**Exercise objective:**
In the entries below, identify every line with the string "policy" and copy it.

**Records to use:**
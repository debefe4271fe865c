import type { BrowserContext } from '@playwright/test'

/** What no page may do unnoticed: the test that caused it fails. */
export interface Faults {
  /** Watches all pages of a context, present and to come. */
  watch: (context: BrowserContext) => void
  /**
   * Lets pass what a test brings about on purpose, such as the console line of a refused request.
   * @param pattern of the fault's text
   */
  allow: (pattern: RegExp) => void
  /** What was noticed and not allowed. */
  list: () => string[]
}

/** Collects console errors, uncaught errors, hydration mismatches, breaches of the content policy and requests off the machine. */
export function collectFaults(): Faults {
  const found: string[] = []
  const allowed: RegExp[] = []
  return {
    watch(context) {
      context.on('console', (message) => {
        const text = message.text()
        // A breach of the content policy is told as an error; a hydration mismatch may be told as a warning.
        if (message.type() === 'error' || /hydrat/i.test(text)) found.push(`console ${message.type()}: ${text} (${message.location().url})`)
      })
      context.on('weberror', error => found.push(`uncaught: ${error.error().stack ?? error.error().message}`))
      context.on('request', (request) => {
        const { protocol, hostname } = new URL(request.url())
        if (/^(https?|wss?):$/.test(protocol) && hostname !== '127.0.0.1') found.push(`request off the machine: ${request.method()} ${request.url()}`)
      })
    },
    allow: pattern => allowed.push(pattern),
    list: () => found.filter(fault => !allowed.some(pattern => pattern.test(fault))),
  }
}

...

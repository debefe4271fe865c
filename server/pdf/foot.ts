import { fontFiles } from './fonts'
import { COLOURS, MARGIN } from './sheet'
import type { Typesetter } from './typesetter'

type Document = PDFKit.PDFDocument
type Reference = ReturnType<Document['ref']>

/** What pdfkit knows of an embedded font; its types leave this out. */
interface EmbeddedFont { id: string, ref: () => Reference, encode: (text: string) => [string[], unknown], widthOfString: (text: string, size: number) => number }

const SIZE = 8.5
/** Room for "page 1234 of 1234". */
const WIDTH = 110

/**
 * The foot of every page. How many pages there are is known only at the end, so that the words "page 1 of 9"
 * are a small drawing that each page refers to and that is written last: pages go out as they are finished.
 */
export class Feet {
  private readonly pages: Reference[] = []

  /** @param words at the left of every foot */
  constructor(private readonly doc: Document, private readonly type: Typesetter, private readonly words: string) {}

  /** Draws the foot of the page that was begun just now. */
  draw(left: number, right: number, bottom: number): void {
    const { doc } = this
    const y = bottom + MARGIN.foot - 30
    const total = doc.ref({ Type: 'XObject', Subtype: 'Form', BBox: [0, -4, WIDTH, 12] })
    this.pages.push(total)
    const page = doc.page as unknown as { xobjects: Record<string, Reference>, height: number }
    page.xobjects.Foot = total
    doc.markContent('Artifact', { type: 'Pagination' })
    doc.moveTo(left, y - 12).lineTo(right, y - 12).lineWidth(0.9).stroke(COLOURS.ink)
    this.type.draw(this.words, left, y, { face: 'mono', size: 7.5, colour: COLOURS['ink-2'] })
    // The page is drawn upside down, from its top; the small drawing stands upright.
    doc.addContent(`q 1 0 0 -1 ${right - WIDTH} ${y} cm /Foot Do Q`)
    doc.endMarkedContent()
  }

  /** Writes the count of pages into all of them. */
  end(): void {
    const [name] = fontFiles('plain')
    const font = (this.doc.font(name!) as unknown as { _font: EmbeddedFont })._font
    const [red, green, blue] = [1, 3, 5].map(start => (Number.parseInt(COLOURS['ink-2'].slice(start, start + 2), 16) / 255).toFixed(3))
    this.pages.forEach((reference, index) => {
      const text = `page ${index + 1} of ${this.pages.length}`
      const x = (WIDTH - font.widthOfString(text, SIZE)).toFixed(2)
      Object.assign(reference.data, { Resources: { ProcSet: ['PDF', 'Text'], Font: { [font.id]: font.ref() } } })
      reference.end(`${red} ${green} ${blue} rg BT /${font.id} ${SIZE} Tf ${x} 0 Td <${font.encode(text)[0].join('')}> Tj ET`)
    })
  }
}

**Task solution:**
/** Collects console errors, uncaught errors, hydration mismatches, breaches of the content policy and requests off the machine. */
        // A breach of the content policy is told as an error; a hydration mismatch may be told as a warning.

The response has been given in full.